Balint caught the worry in her stare. 'You won't fall off,' he said. 'The edge doesn't crumble this far in.'

'Yet,' added Sune, a bitter undertone in his voice, as he led them to the tents.

Eliah baulked. 'Crumble?' she repeated, voice cracking.

'The edge cracks and breaks off every few suns,' answered Sune. 'Most of the settlement has had to move into the Mountain itself. But the dust in there chokes the lungs, so Rhea and the others that are sickly like her will live outside as long as they can.'

'Can't they just move further up the mountain? There are other helot settlements they can join, aren't there?'

Sune shook his head. 'Helot settlements are divided by their work. The Farmhands and Weaveschildren live in settlements a bit higher up where the soil is more fertile, and the Leatherhands and Runnerschildren above them, but they're about as welcoming to the Mountainschildren as warriors are to menials.

'The Smithhands treat them a little more favourably, but they live up at the peak, close to the Arena. If the settlement were to move from here, they'd have to dig new tunnels. Find new veins of ore. That could take months, if not years, and the Mountainselder is not willing to risk the wrath of the Tyrants upon themselves and the Smithhands if the supply of ore, tools and weapons runs dry.'

Eliah bit her lip, suddenly feeling sheepish. 'I... didn't know.'

'You wouldn't,' said Sune with a shrug. He glanced over his shoulder to flash her a thin smile as he entered the cave. 'I wouldn't either if the helots didn't tend to forget that I'm there. They're not exactly keen to talk to warriors. Also watch your head as you come in, Balint. Entrance is a bit low, but the cave gets taller.'

The bigger boy frowned, but followed instructions and shielded his head as he ducked into the cave, with Eliah following behind. Both winced, lightspots dancing behind their eyes as they followed Sune into the darkness.

'It's a bit narrow at the start,' Sune warned, belatedly.

'And dark,' commented Balint.

'It'll get brighter as we get further in. Just keep a hand on the wall and keep walking forward.'

Sure enough, twenty or so paces in, the tunnel grew taller and wider, eventually opening up into a cavern as large as the arena pit and five times as tall. Blue veins of aeonite forked through the ceiling like lightning, branches streaking into tunnels that led deeper into the Mountain as if to point the way to the mines. The veins pulsed steadily, showering the disorderly lines of stick and stone huts below with clouds of twinkling aeonite dust each time it glowed and faded.

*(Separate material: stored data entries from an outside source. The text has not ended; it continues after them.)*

impl Drawn {
    fn text(&self) -> String {
        let mut text = String::new();
        let mut line = |s: String| writeln!(text, "{s}").unwrap();
        for (k, (farads, volts)) in self.stores.iter().enumerate() {
            line(format!(
                "capacitor c{k} from {} to ground = {farads:e} F, charged to {volts:e} V",
                node(k + 1)
            ));
        }
        for (k, l) in self.coils.iter().enumerate() {
            let Coil {
                henrys,
                winding,
                carrying,
                ..
            } = l;
            let place = format!("from {} to {}", node(l.from), node(l.to));
            line(format!(
                "inductor l{k} {place} = {henrys:e} H, carrying {carrying:e} A, winding {winding:e} ohm"
            ));
        }
        for (k, j) in self.joints.iter().enumerate() {
            line(format!(
                "resistor r{k} from {} to {} = {:e} ohm",
                node(j.from),
                node(j.to),
                j.ohms
            ));
        }
        if let Some((volts, ohms)) = self.source {
            line(format!("voltage feed from rail to ground = {volts:e} V"));
            line(format!("resistor lead from rail to n1 = {ohms:e} ohm"));
        }
        let Joint { from, to, ohms } = self.switched;
        let (closes, opens) = (self.closes, self.opens);
        line(format!(
            "switch gate from {} to x : open, closes at {closes:e} s, opens at {opens:e} s",
            node(from)
        ));
        line(format!("resistor rs from x to {} = {ohms:e} ohm", node(to)));
        line(format!("span {:e} s", self.span));
        let (t1, t2) = self.window;
        line("reading dose = energy into r0".to_owned());
        line(format!(
            "reading part_j = energy into r0 between {t1:e} s and {t2:e} s"
        ));
        line("reading swept = charge through gate".to_owned());
        line("reading crest = highest voltage across c0".to_owned());
        line(format!("reading level = voltage across c0 at {t2:e} s"));
        line(format!(
            "reading fall_t = time voltage across c0 first falls through {:e} V",
            self.level()
        ));
        line(format!(
            "reading left_v = final voltage across c{}",
            self.stores.len() - 1
        ));
        match self.coils.len() {
            0 => line("reading left_i = final current through r0".to_owned()),
            n => line(format!("reading left_i = final current through l{}", n - 1)),
        }
        text
    }

    /// What the first capacitor falls through, V.
    fn level(&self) -> f64 {
        self.stores[0].1 / 2.0
    }

    fn states(&self) -> usize {
        self.stores.len() + self.coils.len()
    }

    /// What each state is measured in, so that A is well balanced: sqrt(C), sqrt(L), 1.
    fn scales(&self) -> Vec<Big> {
        let stores = self.stores.iter().map(|s| s.0.sqrt());
        stores
            .chain(self.coils.iter().map(|l| l.henrys.sqrt()))
            .chain([1.0])
            .map(big)
            .collect()
    }

    /// x' = A x in the scaled states: sqrt(C) v, sqrt(L) i, and 1 for the source.
    fn matrix(&self, closed: bool) -> Matrix {
        let (n, one) = (self.stores.len(), self.states());
        let mut rates = Matrix::zeros(one + 1);
        let farads = |k: usize| big(self.stores[k].0);
        let mut conduct = |a: usize, b: usize, siemens: &Big| {
            // current a -> b; nodes from 1, ground has no row
            for (here, there) in [(a, b), (b, a)] {
                if here > 0 {
                    let g = siemens / farads(here - 1);
                    rates.add(here - 1, here - 1, &-g.clone());
                    if there > 0 {
                        rates.add(here - 1, there - 1, &g);
                    }
                }
            }
        };
        for j in &self.joints {
            conduct(j.from, j.to, &(big(1.0) / big(j.ohms)));
        }
        if closed {
            conduct(
                self.switched.from,
                self.switched.to,
                &(big(1.0) / big(self.switched.ohms)),
            );
        }
        if let Some((volts, ohms)) = self.source {
            conduct(1, 0, &(big(1.0) / big(ohms)));
            rates.add(0, one, &(big(volts) / big(ohms) / farads(0)));
        }
        for (k, l) in self.coils.iter().enumerate() {
            let row = n + k;
            rates.add(row, row, &-(big(l.winding) / big(l.henrys)));
            for (at, sign) in [(l.from, 1.0), (l.to, -1.0)] {
                if at > 0 {
                    rates.add(row, at - 1, &(big(sign) / big(l.henrys)));
                    rates.add(at - 1, row, &-(big(sign) / farads(at - 1)));
                }
            }
        }
        let s = self.scales();
        let mut a = Matrix::zeros(one + 1);
        for i in 0..=one {
            for j in 0..=one {
                a.set(i, j, rates.at(i, j) * &s[i] / &s[j]);
            }
        }
        a
    }

    fn start(&self) -> Vec<Big> {
        let plain = self
            .stores
            .iter()
            .map(|s| s.1)
            .chain(self.coils.iter().map(|l| l.carrying))
            .chain([1.0]);
        plain.zip(self.scales()).map(|(x, s)| big(x) * s).collect()
    }

    /// The row that reads a state.
    fn row(&self, state: usize, factor: &Big) -> Vec<Big> {
        let mut row = vec![big(0.0); self.states() + 1];
        row[state] = factor / &self.scales()[state];
        row
    }

    /// Each reading exactly, with the size that rounding is allowed relative to.
    fn exact(&self) -> Vec<(&'static str, f64, f64)> {
        let (n, states) = (self.stores.len(), self.states());
        let volts = self.row(0, &big(1.0));
        let conductance = big(1.0) / big(self.joints[0].ohms);
        let heat = Matrix::square_of(&volts);
        let gate = {
            let g = big(1.0) / big(self.switched.ohms);
            let mut row = self.row(self.switched.from - 1, &g);
            if self.switched.to > 0 {
                let back = self.row(self.switched.to - 1, &g);
                row = row.iter().zip(&back).map(|(x, y)| x - y).collect();
            }
            row
        };
        let mut cuts = vec![
            0.0,
            self.closes,
            self.opens,
            self.window.0,
            self.window.1,
            self.span,
        ];
        cuts.sort_by(f64::total_cmp);
        cuts.dedup();
        let (open, closed) = (self.matrix(false), self.matrix(true));

        let mut x = self.start();
        let (mut dose, mut part, mut swept) = (big(0.0), big(0.0), big(0.0));
        let mut crest = f64::NEG_INFINITY;
        let mut level = 0.0;
        let mut fall: Option<(f64, f64)> = None;
        let mut most: f64 = 0.0;
        for cut in cuts.windows(2) {
            let is_closed = cut[0] >= self.closes && cut[0] < self.opens;
            let a = if is_closed { &closed } else { &open };
            let length = big(cut[1]) - big(cut[0]);
            let p = passage(a, &length, std::slice::from_ref(&heat));
            let joules = p.squares[0].form(&x) * &conductance;
            if cut[0] >= self.window.0 && cut[0] < self.window.1 {
                part += &joules;
            }
            dose += joules;
            if is_closed {
                swept += dot(&gate, &p.area.apply(&x));
            }
            if fall.is_none() {
                let after = first_fall(a, &length, &x, &volts, self.level());
                fall = after.map(|t| (cut[0] + t, cut[0].max(t)));
            }
            crest = crest.max(highest(a, &length, &x, &volts));
            most = most.max(double(&dot(&volts, &x)).abs());
            x = p.phi.apply(&x);
            if cut[1] == self.window.1 {
                level = double(&dot(&volts, &x));
            }
        }
        let left_v = double(&dot(&self.row(n - 1, &big(1.0)), &x));
        let left_i = if self.coils.is_empty() {
            double(&(dot(&volts, &x) * &conductance))
        } else {
            double(&dot(&self.row(states - 1, &big(1.0)), &x))
        };
        let (dose, part, swept) = (double(&dose), double(&part), double(&swept));
        let mut readings = vec![
            ("dose", dose, dose),
            ("part_j", part, part),
            ("swept", swept, swept.abs()),
            ("crest", crest, most),
            ("level", level, most),
            ("left_v", left_v, left_v.abs().max(self.stores[n - 1].1)),
            ("left_i", left_i, left_i.abs()),
        ];
        readings.extend(fall.map(|(t, scale)| ("fall_t", t, scale)));
        readings
    }
}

Eliah frowned at the clouds, watching them drift, and remembered what had happened with the aeonite statue back at the Temple. She crept closer to Balint. 'Try not to wander off and nearly die this time, Balint,' she whispered.

Balint coughed awkwardly and cleared his throat. 'I will be fine.'

'Mm-hmm...'

Sune gestured for them to hold position as a tiny old man, hunched shorter than even Eliah, with a dirty white beard tottered towards them and waved his walking stick. A doe-eyed girl with pallid skin and a cloth tied over her mouth and nose followed in his shadow.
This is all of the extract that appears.